Özetle Sabancı Üniversitesi'nin uluslararası ilişkiler ofisinden bir türlü gelmek bilmeyen cevabı karşılığında attığım mail akabinde taaa proje asistanlığımın başlangıcından itibaren çalışmayı kafama koyduğum yer olan İstanbul Uluslararası İklim ve Enerji Merkezi'nde görüşülme için çağırıldım. Zira ofisin seyahatleri dolayısıyla değerlendirme süreci aksamıştı. Neyse. Her şerde bir hayır vardır dedik. Dedik de yurtdışında olup hemen mülakata gidemeyeceğimi hesaplamamıştım. Neyse bir kolaylık yapıp ben döndükten iki hafta sonraya mülakat tarihi verdiler. Pazartesi gittiğimde meğer kariyer'deki mail adresime bugünün iptal olduğuna dair bir mail geldiğini öğrendim. Yerine gireceğim kızla konuştum bende, kendisi master tezini yazmak ve akademik kariyer yapmak adına işi bıraktığını söyledi. İşi de baya kötüledi, çok stresli olduğunu bir yıldır doğru düzgün tatil yapamadığını, komferans dönemindeki yoğunluklarını vs anlattı. Gerçekten bir kişinin üstesinden gelebileceğinden çok daha ağır işler olduğunu anlayıp tırstım. Sonraki gün patronumöa konuşup bir ekip kurulacağımı öğrenince biraz rahatladım ve işe ısındım. Bu pozisyona başvuran diğer üç kişiden biri de arkadaşım çıkmasın mı :) murphy kızı çizgimden çıkıyor muyum ne allahım ne mesudum çok şanslıyım derken tabiki olan olmaz mı olur.

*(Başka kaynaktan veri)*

import type { QueryClient } from '@tanstack/react-query';
import type { RouteObject } from 'react-router';

import type { Guard } from '../../lib/route-guard';

/** The free-entry process calculator. */
export function calculatorRoutes(_queryClient: QueryClient, _guarded: Guard): RouteObject[] {
  return [];
}
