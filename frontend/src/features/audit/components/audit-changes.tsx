import type { AuditEvent } from '@tracewright/shared';

import { compactJson } from '../utils/compact-json';

export function AuditChanges({ event }: { event: AuditEvent }) {
  return (
    <dl className="grid gap-3 md:grid-cols-2">
      {(['before', 'after'] as const).map((side) => (
        <div key={side}>
          <dt className="text-sm font-bold text-graphite-700">{side === 'before' ? 'Before' : 'After'}</dt>
          <dd>
            <pre className="mt-1 whitespace-pre-wrap break-all rounded-md bg-graphite-50 p-2 font-mono text-sm">{compactJson(event[side])}</pre>
          </dd>
        </div>
      ))}
    </dl>
  );
}
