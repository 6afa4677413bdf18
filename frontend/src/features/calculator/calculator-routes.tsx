import type { QueryClient } from '@tanstack/react-query';
import type { RouteObject } from 'react-router';

import type { Guard } from '../../lib/route-guard';

/**
 * The free-entry process calculator. Open to everyone signed in (the shell checks the session),
 * so no role guard; it needs no data. Loaded lazily so its code is a chunk of its own.
 */
export function calculatorRoutes(_queryClient: QueryClient, _guarded: Guard): RouteObject[] {
  return [
    {
      path: 'calculator',
      lazy: async () => {
        const { CalculatorPage } = await import('./routes/calculator-page');
        return { Component: CalculatorPage };
      },
    },
  ];
}
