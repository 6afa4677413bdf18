import type { QueryClient } from '@tanstack/react-query';

import { capturedMailsQueryOptions } from '../api/get-captured-mails';

export const outgoingMailLoader = (queryClient: QueryClient) => async () => {
  await queryClient.ensureQueryData(capturedMailsQueryOptions());
  return null;
};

Sonraki gün oryantasyona gidip işi öğrenmeye başlayacakken patronumun "üniversitenin genel sekreteri seni over-qualified bulmuş, işe başlamadan önce onunla konuş ikna et, yarın da oryantasyona gelme" diyen sesini telefonun diğer ucunda duydum. Tabi bir işim de rast gitse ilk seferinde bu bloğu yazmama gerek kalmaz di mi? : ) acaba özürlü taklidi mi yapmam bekleniyor nasıl ikna edeceğim mi tam doğru qualificationlarda olduğumu diye düşünürken genel sekreterin dünya tatlısı hulusi kenter karakterli bir adam olmasıyla tüm düşünceler kafamdan uçup gitti ve spontane konuşmaya başladım. Galiba bu samimiyetiö de etkisini gösterdi ve işe alındığımı bildiren telefon akşam geldi !
Ve artık günler sayılı, iş kıyafetleri, evraklar, h,içi halledilmesi gereken işler derken bir hafta sonra işe başlıyorum !!!